Mon Mar 2, 2015, 10:52 PM
Mar 2015

I admire Jimmy Carter, but I've never quite been able to forgive him for letting his campaign get large groups of people in Chicago(a city that loved Teddy)to shout "murderer!, murderer!" at Teddy as he drove by in a motorcade during the Illinois primary. There is no way that Teddy deserved that(at worst, Chappaquiddick was an accident-he didn't MEAN to kill that young woman, for God's sakes).

The other things that I think caused Teddy's downfall in 1980 were:

1)His sentimental decision to put Stephen Smith, his brother-in-law and Bobby's 1968 campaign manager)in charge of the campaign. By that point, Smith was out-of-touch with modern presidential campaigning.

2)Teddy's continuing issues with alcohol and his, well let's just say it, severely flexible attitude toward monogamy(which might have been overlooked in Jack and Bobby's day, but was no longer considered acceptable by the late 1970's as the private lives of politicians became fair game and a subject of open discussion).
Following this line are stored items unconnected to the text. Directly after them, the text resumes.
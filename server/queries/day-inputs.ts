import type {
  BandAttenuation,
  DayInput,
  MeterSettings,
  OctaveBandValues,
  ProtectorData,
  ReadingInput,
  RuleSetVersion,
  ShiftInput,
  TaskLevel,
  TimedTask,
  Unaccounted,
  WearingLooks,
  WornFrom,
  Zone,
} from "../../shared/acoustics/types";
import { ruleSetInForce, ruleSetVersion } from "../../shared/rule-sets";
import type { ProtectorFacts } from "../../shared/schemas/evaluation";
import { leftOutIn, type StoredLeftOut } from "../histories/left-out";
import { rows } from "../lib/db";
import { groupBy } from "../lib/group-by";
import {
  activeCheckInForce,
  combinationInForce,
  fitInForce,
  wearingSeen,
  wearingSeenFrom,
} from "./own-attenuation";

export interface DayKey {
  workerId: string;
  /** ISO date. */
  date: string;
}

/** The input revisions a result rests on: enough to build the whole input again, whatever has changed since. */
export interface DayRefs {
  settingsId: string;
  governing: [key: string, version: number];
  comparison: [key: string, version: number][];
  mustWear: boolean;
  targetDb: number | null;
  shifts: {
    revisionId: string;
    tasks: {
      id: string;
      levelId: string | null;
      zone: Zone;
      use: UseRefs | null;
      /** Times seen wearing it, and seen at all, where the shift itself says nothing. */
      seen?: [worn: number, seen: number];
      /** The same by source, with the latest round of each. Earlier results name none. */
      seenFrom?: SeenFrom[];
    }[];
    runRevisionIds: string[];
  }[];
}

type SeenFrom = [
  source: WearingLooks["source"],
  roundId: string,
  rounds: number,
  worn: number,
  seen: number,
];

/** What is worn, and what is known of it on this worker. What is not there is not named: earlier results name neither. */
export interface UseRefs {
  id: string;
  inner: string | null;
  outer: string | null;
  /** Revisions of fit tests. */
  fit?: string;
  check?: string;
  combination?: string;
  audioDb?: number;
}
3)The sense I think a lot of voters had that Teddy's heart really wasn't quite in it. He was passionately liberal, but there seemed to be a lack of enthusiasm(which was understandable from a human standpoint-look where seeking the presidency had gotten his last two brothers).

BainsBane

(53,003 posts)
39. Well, his run against a sitting President was unorthodox
Mon Mar 2, 2015, 11:32 PM
Mar 2015

to say the least. I wasn't a fan of Carter at the time, though he's been a great ex-president, but such contested primaries against incumbents are rare.

I agree with your assessment of Kennedy's shortcomings. I remember in particular his sitting almost silent through the Anita Hill hearings. With his history, what could he say?

 

KMOD

(7,906 posts)
45. Elizabeth Warren just needs to keep on being Elizabeth Warren.
Tue Mar 3, 2015, 12:40 AM
Mar 2015

She is a strong voice for all of us, and I adore her.

 

MannyGoldstein

(34,589 posts)
46. Nah.
Tue Mar 3, 2015, 02:12 AM
Mar 2015

A compromise between far-right and insane-right is not an attractive solution.

We need an FDR, Lincoln or Washington at this point, someone to pull us out of the giant manure pile we've waded into.